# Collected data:
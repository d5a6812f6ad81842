using System.CommandLine;
using System.Globalization;
using Spatial.Core.IO;
using Spatial.Fitting;
using Spatial.Records;

namespace Spatial.Cli.Verbs;

/// <summary><c>spatial fit MATRIX --out DIR</c>: season matrix → basis, per-season scores and metrics, per-station trends.</summary>
internal static class FitVerb
{
    public static Command Create(CliEnv env)
    {
        var matrixArg = new Argument<string>("MATRIX") { Description = "Season matrix written by 'spatial import' (matrix.parquet)." };
        var outOpt = new Option<string>("--out") { Description = "Results folder (basis.json, seasons.csv, stations.csv, interpretation.json are written here).", Required = true };
        var componentsOpt = new Option<int>("--components") { Description = "Number of components to keep (1…365).", DefaultValueFactory = _ => 4 };
        var refineOpt = new Option<bool>("--refine") { Description = "Refine by EM: fill missing days from the components and re-estimate until the fill settles." };
        var thresholdOpt = new Option<double>("--threshold-mm") { Description = "Depth at or above which a day counts as snow-covered, mm.", DefaultValueFactory = _ => 25.0 };
        var bridgeOpt = new Option<int>("--bridge-days") { Description = "Longest run of missing days a metric may bridge between days on the same side of the threshold.", DefaultValueFactory = _ => 3 };
        var minDaysOpt = new Option<int>("--min-days") { Description = "Seasons with fewer observed days are left out of the basis (still scored and reported).", DefaultValueFactory = _ => 0 };
        var ridgeOpt = new Option<double>("--ridge") { Description = "Ridge term for the per-season least squares, as a fraction of the mean diagonal (0 = none).", DefaultValueFactory = _ => 0.0 };
        var varimaxOpt = new Option<bool>("--varimax") { Description = "Rotate the components by varimax (Kaiser 1958)." };
        var iterationsOpt = new Option<int>("--max-iterations") { Description = "Most EM iterations with --refine.", DefaultValueFactory = _ => 100 };
        var toleranceOpt = new Option<double>("--tolerance") { Description = "EM stops when the RMS change of the filled-in days ÷ RMS of the observed anomalies falls below this.", DefaultValueFactory = _ => 1e-4 };
        var selectBelowOpt = new Option<double>("--select-below") { Description = "Selections list only seasons whose residual after the component is below this (0…1).", DefaultValueFactory = _ => 0.5 };
        var selectCountOpt = new Option<int>("--select-count") { Description = "How many seasons each end of a selection (and the best and worst described) lists.", DefaultValueFactory = _ => 10 };
        var threadsOpt = new Option<int?>("--threads") { Description = "Most threads to use (default: all cores). Results do not depend on it." };
        var cmd = new Command("fit", "Fit seasonal components to a season matrix: mean curve, components, variances, per-season coefficients, residuals and metrics, per-station trends.")
        {
            matrixArg, outOpt, componentsOpt, refineOpt, thresholdOpt, bridgeOpt, minDaysOpt, ridgeOpt, varimaxOpt, iterationsOpt, toleranceOpt, selectBelowOpt, selectCountOpt, threadsOpt,
        };
        cmd.SetAction(parseResult =>
        {
            var matrixPath = parseResult.GetValue(matrixArg)!;
            var outDir = parseResult.GetValue(outOpt)!;
            var k = parseResult.GetValue(componentsOpt);
            var threshold = parseResult.GetValue(thresholdOpt);
            var bridge = parseResult.GetValue(bridgeOpt);
            var minDays = parseResult.GetValue(minDaysOpt);
            var ridge = parseResult.GetValue(ridgeOpt);
            var json = parseResult.GetValue(CliApp.Json);
            if (k is < 1 or > 365)
            {
                throw new UsageException($"--components must be 1…365; got {k}.");
            }

            if (!double.IsFinite(threshold) || threshold <= 0)
            {
                throw new UsageException($"--threshold-mm must be a positive number of millimetres; got {threshold.ToString(CultureInfo.InvariantCulture)}.");
            }

            if (bridge < 0 || minDays is < 0 or > 365 || !(ridge >= 0))
            {
                throw new UsageException("--bridge-days, --min-days (0…365) and --ridge must not be negative.");
            }

            var iterations = parseResult.GetValue(iterationsOpt);
            var tolerance = parseResult.GetValue(toleranceOpt);
            var selectBelow = parseResult.GetValue(selectBelowOpt);
            var selectCount = parseResult.GetValue(selectCountOpt);
            var threads = parseResult.GetValue(threadsOpt);
            if (iterations < 1 || !(tolerance >= SeasonalFit.MinRefineTolerance))
            {
                throw new UsageException($"--max-iterations must be at least 1 and --tolerance at least 1e-8 (the covariance is summed in single precision); got {iterations} and {tolerance.ToString(CultureInfo.InvariantCulture)}.");
            }

            if (!(selectBelow is > 0 and <= 1) || selectCount < 1)
            {
                throw new UsageException($"--select-below must be in (0, 1] and --select-count at least 1; got {selectBelow.ToString(CultureInfo.InvariantCulture)} and {selectCount}.");
            }

            if (threads is < 1)
            {
                throw new UsageException($"--threads must be at least 1; got {threads}.");
            }

            var matrix = SeasonMatrixFile.Read(matrixPath);
            var options = new FitOptions(
                Components: k,
                Refine: parseResult.GetValue(refineOpt),
                RefineMaxIterations: iterations,
                RefineTolerance: tolerance,
                Ridge: ridge,
                Varimax: parseResult.GetValue(varimaxOpt),
                Metrics: new MetricOptions(threshold, bridge),
                SelectionResidual: selectBelow,
                SelectionCount: selectCount,
                MaxThreads: threads,
                MinObservedDays: minDays);
            var result = CliOutput.WithProgress(env, json, "fitting", p => SeasonalFit.Fit(matrix, options, p));
            FitFiles.Write(outDir, result);
            RunManifest.Record(outDir, "fit", [matrixPath], new Dictionary<string, string?>
            {
                ["components"] = k.ToString(CultureInfo.InvariantCulture),
                ["refine"] = options.Refine ? "true" : "false",
                ["threshold_mm"] = threshold.ToString("R", CultureInfo.InvariantCulture),
                ["bridge_days"] = bridge.ToString(CultureInfo.InvariantCulture),
                ["min_days"] = minDays.ToString(CultureInfo.InvariantCulture),
                ["ridge"] = ridge.ToString("R", CultureInfo.InvariantCulture),
                ["varimax"] = options.Varimax ? "true" : "false",
                ["max_iterations"] = iterations.ToString(CultureInfo.InvariantCulture),
                ["tolerance"] = tolerance.ToString("R", CultureInfo.InvariantCulture),
                ["select_below"] = selectBelow.ToString("R", CultureInfo.InvariantCulture),
                ["select_count"] = selectCount.ToString(CultureInfo.InvariantCulture),
            });
            var b = result.Basis;
            if (json)
            {
                CliOutput.WriteJson(env, new Dictionary<string, object?>
                {
                    ["verb"] = "fit",
                    ["out"] = outDir,
                    ["seasons"] = matrix.Rows,
                    ["training_seasons"] = b.TrainingSeasons,
                    ["effective_seasons"] = b.EffectiveSeasons,
                    ["method"] = b.Method,
                    ["refine_iterations"] = result.Refinement.Length,
                    ["converged"] = result.Converged,
                    ["components"] = Enumerable.Range(0, b.K).Select(c => new Dictionary<string, object?>
                    {
                        ["component"] = c + 1,
                        ["label"] = b.Labels[c],
                        ["eigenvalue"] = b.Eigenvalues[c],
                        ["variance_fraction"] = b.VarianceFraction[c],
                        ["cumulative_fraction"] = b.CumulativeFraction[c],
                        ["north_error"] = b.NorthError[c],
                        ["separable_from_next"] = b.SeparableFromNext[c],
                        ["label_metric"] = result.Interpretation.Labels[c].Basis,
                        ["scores"] = result.Interpretation.Labels[c].Scores,
                    }).ToArray(),
                    ["refinement"] = result.Refinement.Select(s => new Dictionary<string, object?>
                    {
                        ["iteration"] = s.Iteration,
                        ["rms_change_mm"] = s.RmsChangeMm,
                        ["relative_change"] = s.RelativeChange,
                    }).ToArray(),
                    ["files"] = new[] { ResultLayout.Basis, ResultLayout.Seasons, ResultLayout.Stations, ResultLayout.Interpretation },
                });
            }
            else
            {
                env.Out.WriteLine(FormattableString.Invariant($"fit: {matrix.Rows} seasons ({b.TrainingSeasons} used for the basis, effective {b.EffectiveSeasons:0.#}), method {b.Method}{(options.Refine ? $", {result.Refinement.Length} EM iterations{(result.Converged ? string.Empty : " (not converged)")}" : string.Empty)}"));
                var em = result.Refinement;
                for (var i = 0; i < em.Length; i++)
                {
                    if (em.Length > 8 && i == 3)
                    {
                        env.Out.WriteLine(FormattableString.Invariant($"  … {em.Length - 6} more EM iterations (all of them in interpretation.json)"));
                        i = em.Length - 3;
                    }

                    var step = em[i];
                    env.Out.WriteLine(FormattableString.Invariant($"  EM iteration {step.Iteration,2}: fill changed by {step.RmsChangeMm:0.###} mm RMS ({step.RelativeChange:0.###e+0} of the observed anomalies), K components hold {100 * step.LeadingVarianceFraction:0.00} %"));
                }

                env.Out.WriteLine("  component  label     variance %  ± North   cumulative %  separable  amount  timing  duration");
                for (var c = 0; c < b.K; c++)
                {
                    var l = result.Interpretation.Labels[c];
                    string S(string name) => l.Scores.TryGetValue(name, out var v) && double.IsFinite(v) ? v.ToString("+0.00;-0.00", CultureInfo.InvariantCulture) : "   -";
                    var north = b.TotalVariance > 0 ? 100 * b.NorthError[c] / b.TotalVariance : double.NaN;
                    env.Out.WriteLine(FormattableString.Invariant($"  {c + 1,9}  {b.Labels[c],-8}  {100 * b.VarianceFraction[c],10:0.00}  {north,7:0.00}  {100 * b.CumulativeFraction[c],12:0.00}  {(b.SeparableFromNext[c] ? "yes" : "no"),-9}  {S("amount"),6}  {S("timing"),6}  {S("duration"),8}"));
                }

                env.Out.WriteLine("  scores: partial correlation, given the earlier components, with peak depth (amount), minus the centroid day (timing: + = earlier) and the longest cover (duration: + = longer); a label needs |score| >= 0.3");
                foreach (var s in result.Interpretation.WorstDescribed.Take(5))
                {
                    env.Out.WriteLine(FormattableString.Invariant($"  poorly described: {s.Station.Value} {s.Season} residual {s.Residual:0.000} ({s.Cause}: {s.Detail})"));
                }

                env.Out.WriteLine($"  wrote {ResultLayout.Basis}, {ResultLayout.Seasons}, {ResultLayout.Stations}, {ResultLayout.Interpretation} in {outDir}");
            }

            return ExitCodes.Done;
        });
        return cmd;
    }
}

# Directions:
Copy the lines above exactly, from the very first through the one containing "var componentsOpt = new", and include no other line.

# Reply to the exercise:
repository d5a6812f6ad81842
using System.CommandLine;
using System.Globalization;
using Spatial.Core.IO;
using Spatial.Fitting;
using Spatial.Records;

namespace Spatial.Cli.Verbs;

/// <summary><c>spatial fit MATRIX --out DIR</c>: season matrix → basis, per-season scores and metrics, per-station trends.</summary>
internal static class FitVerb
{
    public static Command Create(CliEnv env)
    {
        var matrixArg = new Argument<string>("MATRIX") { Description = "Season matrix written by 'spatial import' (matrix.parquet)." };
        var outOpt = new Option<string>("--out") { Description = "Results folder (basis.json, seasons.csv, stations.csv, interpretation.json are written here).", Required = true };
        var componentsOpt = new Option<int>("--components") { Description = "Number of components to keep (1…365).", DefaultValueFactory = _ => 4 };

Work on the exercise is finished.